Soon to come from the Bible--the date when the last unicorn died.

Glen D
http://tinyurl.com/mxaa3p

By Glen Davidson (not verified) on 03 Mar 2010 #permalink

Let's see you use your godless atheistic satanistic evolutionary model to come to more accurate date of Atlantis sinking? I bet you it doesn't work.

From the article...

"When it comes down to it, either Atlantis was a real place or it wasn’t..."

Powerful stuff.

...considering that this story was passed down several times before Plato recorded it, we can assume that it has some inaccuracies.

OK - can anyone see the obvious comparison that the author seems to have missed here?

Yes, you in the back?...

By Charlie Foxtrot (not verified) on 03 Mar 2010 #permalink

We may never know where Atlantis existed.
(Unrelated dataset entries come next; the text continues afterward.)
package server

import (
	"strings"
	"sync"

	"golang.org/x/time/rate"
)

// guesses counts wrong passwords, for each name from each address, and for each name from all addresses together (OWASP ASVS
// 5.0 V6.3.1; NIST SP 800-63B-4 3.2.2: no more than a hundred in a row). Only what failed counts. Where a name is tried from everywhere, an address from which its
// owner has signed in goes on as before, links and codes work for anybody all the time, and a phone needs neither: nobody
// can lock a crew out by guessing.
type guesses struct {
	mu    sync.Mutex
	by    map[string]*rate.Limiter
	known map[string]bool // address and name that belonged together once since the server began
}

const (
	guessAtOnce    = 5
	guessPerSec    = 1.0 / 30
	guessAllAtOnce = 50
	guessAllPerSec = 1.0 / 300
	guessesMost    = 16384
)

func newGuesses() *guesses {
	return &guesses{by: map[string]*rate.Limiter{}, known: map[string]bool{}}
}

// mayTry reports whether a name may be tried from an address now; it counts nothing.
func (g *guesses) mayTry(address, name string) bool {
	g.mu.Lock()
	defer g.mu.Unlock()
	pair, all := guessKeys(address, name)
	return g.of(pair).Tokens() >= 1 && (g.known[pair] || g.of(all).Tokens() >= 1)
}

// wrong counts one that failed.
func (g *guesses) wrong(address, name string) {
	g.mu.Lock()
	defer g.mu.Unlock()
	pair, all := guessKeys(address, name)
	g.of(pair).Allow()
	if !g.known[pair] {
		g.of(all).Allow()
	}
}

// right notes that a name signed in from an address.
func (g *guesses) right(address, name string) {
	g.mu.Lock()
	defer g.mu.Unlock()
	if len(g.known) >= guessesMost {
		clear(g.known)
	}
	pair, _ := guessKeys(address, name)
	g.known[pair] = true
	delete(g.by, pair)
}

// guessKeys names both counts. A name counts as the store compares it: without capitals and spaces.
func guessKeys(address, name string) (pair, all string) {
	name = strings.ToLower(strings.Join(strings.Fields(name), " "))
	if len(name) > 128 {
		name = name[:128]
	}
	return address + "|" + name, "*|" + name
}

func (g *guesses) of(key string) *rate.Limiter {
	l, ok := g.by[key]
	if ok {
		return l
	}
	if len(g.by) >= guessesMost {
		for k, l := range g.by { // whatever has recovered is as if it had never been
			if l.Tokens() >= float64(l.Burst()) {
				delete(g.by, k)
			}
		}
		if len(g.by) >= guessesMost {
			clear(g.by)
		}
	}
	l = rate.NewLimiter(guessPerSec, guessAtOnce)
	if strings.HasPrefix(key, "*|") {
		l = rate.NewLimiter(guessAllPerSec, guessAllAtOnce)
	}
	g.by[key] = l
	return l
}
..hmmm they're not sure on that. But they are sure on the flood and the drastic decrease in human lifespan after it.

Patriarch Age
Noah 950
Shem 600
Arphaxad 438
Shelah 433
Eber 464
Peleg 239

Atlantis? Have they finally gotten bored trying to 'prove' Christian mythology and decided to start twisting evidence to fit Greek myths?

By samilobster (not verified) on 03 Mar 2010 #permalink

That's garbage in, garbage out even if you believe in the veracity of the Bible -- they've managed to figure out that Atlantis sunk time time in 20% of their entire history. That's not very good. It'd be like a scientist saying that modern humans evolved some time in the last billion years.
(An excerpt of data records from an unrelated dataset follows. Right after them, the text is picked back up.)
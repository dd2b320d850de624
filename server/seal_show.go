package server

import (
	"net/http"
	"strings"

	"github.com/labstack/echo/v4"

	"tripwell/store"
)

// sealPage says what sealing a record would do and by which command. Sealing itself is the owner's, through the folder's
// socket: no session of a browser can do what nobody can undo.
type sealPage struct {
	Frame
	Heading, Made   string
	Sealed          string // it was sealed before
	First           string // what has to be done before
	Restated, Files string
	Command         string
	Back            link
}

func (s *Server) sealShow(c echo.Context) error {
	k := s.ink()
	view := sealPage{Frame: s.frame(c, k.say("office.seal.title"), "set-up"), Heading: k.say("office.seal.title")}
	err := s.store.View(scope(c), func(v *store.View) error {
		what, err := v.Sealing(c.Param("record"))
		if err != nil {
			return err
		}
		s.buildSeal(v, what, &view)
		return nil
	})
	if err != nil {
		return err
	}
	return s.page(c, http.StatusOK, "seal.html", view)
}

func (s *Server) buildSeal(v *store.View, what store.Sealing, view *sealPage) {
	k, zone := s.ink(), s.store.Now().Location()
	if site, err := v.Site(what.Log); err == nil { // the organisation's log has none
		zone = site.Location()
	}
	view.Back = link{Href: "/records/" + what.ID, Text: k.say("office.entry.raw")}
	if strings.HasPrefix(what.Kind, "entry.") && what.Kind != "entry.corrected" && what.Kind != "entry.withdrawn" {
		view.Back = link{Href: "/entries/" + what.ID, Text: k.say("office.entry.title")}
	}
	view.Made = k.say("office.seal.made", "time", k.at(what.At, zone), "by", s.personName(v, what.By))
	if what.Sealed != nil {
		view.Sealed = s.sealedText(v, what.Sealed, zone)
		return
	}
	if view.First = what.First; view.First != "" {
		return
	}
	names := make([]string, len(what.Restated))
	for i, name := range what.Restated {
		names[i] = lowerFirst(s.fieldName(name))
	}
	if len(names) > 0 {
		view.Restated = k.say("office.seal.restated", "fields", strings.Join(names, ", "))
	}
	if n := len(what.Photos); n > 0 {
		view.Files = k.say("office.seal.photos", "n", n)
	}
	view.Command = "tripwell seal " + what.ID + ` --reason "…" --data DIR`
}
By rowmyboat (not verified) on 03 Mar 2010 #permalink

Those elite academic atheist history professors are suppressing the facts about Atlantis in order to protect their sweet, sweet, high paying jobs. I say its time to teach the controversy. Let the children decide!
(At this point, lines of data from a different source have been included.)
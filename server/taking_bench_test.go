package server

import (
	"fmt"
	"io"
	"math"
	"net"
	"net/http"
	"slices"
	"strconv"
	"strings"
	"sync"
	"sync/atomic"
	"testing"
	"time"

	"github.com/chromedp/cdproto/cdp"
	"github.com/chromedp/cdproto/performance"
	"github.com/chromedp/chromedp"
)

// What a phone takes along of one large site, as it travels. The floor is the line itself: 10 Mbit/s.
func BenchmarkTakeAlong(b *testing.B) {
	r := newRig(b, 10_000)
	h := r.handset(r.crew)
	client := &http.Client{Transport: &http.Transport{DisableCompression: true}} // the bytes as they travel
	for b.Loop() {
		req := h.request(http.MethodGet, "/exchange/snapshot?log="+r.site, nil)
		req.Header.Set("Accept-Encoding", "gzip")
		began := time.Now()
		res, err := client.Do(req)
		must(b, err)
		n, err := io.Copy(io.Discard, res.Body)
		must(b, err)
		must(b, res.Body.Close())
		line := float64(n*8) / 10e6
		b.ReportMetric(float64(n), "bytes")
		b.ReportMetric(line, "s-on-the-line")
		b.ReportMetric((time.Since(began).Seconds()+line)/line, "x-floor")
	}
}

// From the tap on Save until the page says saved, which it says when the strict transaction is complete, with 5,000 devices on the
// phone and the server there. The floor is a bare strict put of an entry's size into a database of its own, in the same page and right
// after each save; 150 of each.
func BenchmarkTapToSaved(b *testing.B) {
	r := newRig(b, 5_000)
	p := openHandheld(b, r.url)
	p.signIn(r, r.crew)
	p.ready()
	p.Tap("a.row", "Kiln Lane")
	p.Tap("a.row", "Outlet 1")
	p.Tap("a", "Button test")
	p.Value(`new Promise((yes, no) => { const open = indexedDB.open("floor"); open.onerror = no; open.onupgradeneeded = () => open.result.createObjectStore("put"); open.onsuccess = () => { globalThis.floorDB = open.result; yes("open"); }; })`)
	var took, floor []float64
	began := threadTime(p)
	for range 150 {
		p.Tap(".one-tap", "")
		p.Until("the answers", `document.querySelector(".go").getAttribute("aria-disabled") === "false"`)
		took = append(took, p.seconds(`new Promise((yes) => { const was = document.querySelector(".saved")?.innerText ?? "", began = performance.now();
			const look = new MutationObserver(() => { const now = document.querySelector(".saved")?.innerText; if (now && now !== was) { look.disconnect(); yes(String(performance.now() - began)); } });
			look.observe(document.body, { subtree: true, childList: true, characterData: true }); document.querySelector(".go").click(); })`))
		floor = append(floor, p.seconds(`new Promise((yes, no) => { const began = performance.now(), tx = globalThis.floorDB.transaction("put", "readwrite", { durability: "strict" }); tx.onabort = no;
			tx.objectStore("put").put("x".repeat(1200), began); tx.oncomplete = () => yes(String(performance.now() - began)); })`))
	}
	spent := threadTime(p) - began
	for b.Loop() {
	}
	slices.Sort(took)
	slices.Sort(floor)
	for _, at := range []int{50, 99} {
		i := len(took) * at / 100
		b.ReportMetric(took[i], fmt.Sprintf("ms-p%d", at))
		b.ReportMetric(floor[i], fmt.Sprintf("ms-floor-p%d", at))
		b.ReportMetric(took[i]/floor[i], fmt.Sprintf("x-floor-p%d", at))
	}
	b.ReportMetric(spent/float64(len(took)), "ms-cpu/entry") // of the page's own thread, the two taps and this test's looks included: what a loaded machine does not stretch
	if left := p.waiting(); left > len(took) {
		b.Fatalf("%d entries wait, and %d were made", left, len(took))
	}
}

// From the address typed on a phone that was never here to 10,000 devices on it, over a line of 10 Mbit/s: the client, the worker, the first site. The floor is what the line takes for the bytes it carried.
func BenchmarkFirstOpening(b *testing.B) {
	r := newRig(b, 10_000)
	l := newSlowLine(b, r.url)
	p := openHandheld(b, "http://"+l.Addr().String())
	p.signIn(r, r.crew)
	p.ready()
	took := func(what string) float64 {
		ms, err := strconv.ParseFloat(p.Value(what), 64)
		must(b, err)
		return ms / 1000
	}
	p.Until("the snapshot's timing", `performance.getEntriesByType("resource").some((e) => e.name.includes("/exchange/snapshot"))`)
	taken := took(`String(performance.getEntriesByType("resource").find((e) => e.name.includes("/exchange/snapshot")).responseEnd)`)
	opened := took(`String(performance.getEntriesByType("resource").find((e) => e.name.includes("/words/")).responseEnd)`)
	asked := took(`String(1000 * performance.getEntriesByType("resource").length)`)
	for b.Loop() {
	}
	line := float64(l.carried.Load()*8) / lineBits
	b.ReportMetric(opened, "s-until-open")
	b.ReportMetric(taken, "s-until-taken")
	b.ReportMetric(asked, "files-and-calls")
	b.ReportMetric(float64(l.carried.Load()), "bytes")
	b.ReportMetric(taken/line, "x-floor")

	// The round of a site of 10,000, from the tap on it until its rows are on the page.
	began := threadTime(p)
	drawn := took(`new Promise((yes) => { const began = performance.now(), look = new MutationObserver(() => { if (document.querySelectorAll(".rows .row").length > 20) { look.disconnect(); requestAnimationFrame(() => setTimeout(() => yes(String(performance.now() - began)))); } });
		look.observe(document.body, { subtree: true, childList: true }); document.querySelector("ul.rows a.row").click(); })`)
	b.ReportMetric(1000*drawn, "ms-round-drawn")
	b.ReportMetric(threadTime(p)-began, "ms-cpu-round-drawn")
}

const lineBits = 10e6 // bit/s

// slowLine carries bytes as a line of lineBits does, all connections together.
type slowLine struct {
	net.Listener
	carried atomic.Int64
	mu      sync.Mutex
	free    time.Time // when the line has carried all it was given
}

func newSlowLine(b *testing.B, to string) *slowLine {
	b.Helper()
	l, err := net.Listen("tcp", "127.0.0.1:0")
	must(b, err)
	b.Cleanup(func() { _ = l.Close() })
	s := &slowLine{Listener: l}
	go func() {
		for {
			phone, err := l.Accept()
			if err != nil {
				return
			}
			there, err := net.Dial("tcp", strings.TrimPrefix(to, "http://"))
			if err != nil {
				_ = phone.Close()
				return
			}
			go s.carry(there, phone)
			go s.carry(phone, there)
		}
	}()
	return s
}

func (s *slowLine) carry(to, from net.Conn) {
	defer to.Close()
	buf := make([]byte, 4<<10)
	for {
		n, err := from.Read(buf)
		if n > 0 {
			s.mu.Lock()
			s.free = time.Now().Add(max(0, time.Until(s.free))).Add(time.Duration(float64(n*8) / lineBits * 1e9))
			until := s.free
			s.mu.Unlock()
			s.carried.Add(int64(n))
			time.Sleep(time.Until(until))
			if _, err := to.Write(buf[:n]); err != nil {
				return
			}
		}
		if err != nil {
			return
		}
	}
}

// threadTime is how long the page's own thread has worked, in ms.
func threadTime(p *handheld) float64 {
	_, err := chromedp.Call(p.Ctx, performance.Enable, performance.EnableParams{})
	must(p.T, err)
	got, err := chromedp.Call(p.Ctx, performance.GetMetrics, cdp.Empty{})
	must(p.T, err)
	for _, m := range got.Metrics {
		if m.Name == "ThreadTime" {
			return m.Value * 1000
		}
	}
	return math.NaN()
}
According to Plato’s account (of Socrates’ account of Solon’s account that he received from the Egyptians)

Sounds familiar somehow !!!

*Sumerians, flood myth, fallen god, talking snake*

By Rorschach (not verified) on 03 Mar 2010 #permalink

Wouldn't Atlantis have been drowned in the Great Flud? Why did it have to be fluded twice?

By 'Tis Himself, OM (not verified) on 03 Mar 2010 #permalink

At least they didn't do a Bishop Usher and tell us what day, and what time, it sunk...

Before people begin thinking “Are you taking Greek mythology seriously?” take note that Poseidon was son of Cronus, which is a variant of Cethimas/Kittim (Cronus/Kronos, Κρόνος). ... With this mind, Atlas was likely Noah’s great, great, great grandson.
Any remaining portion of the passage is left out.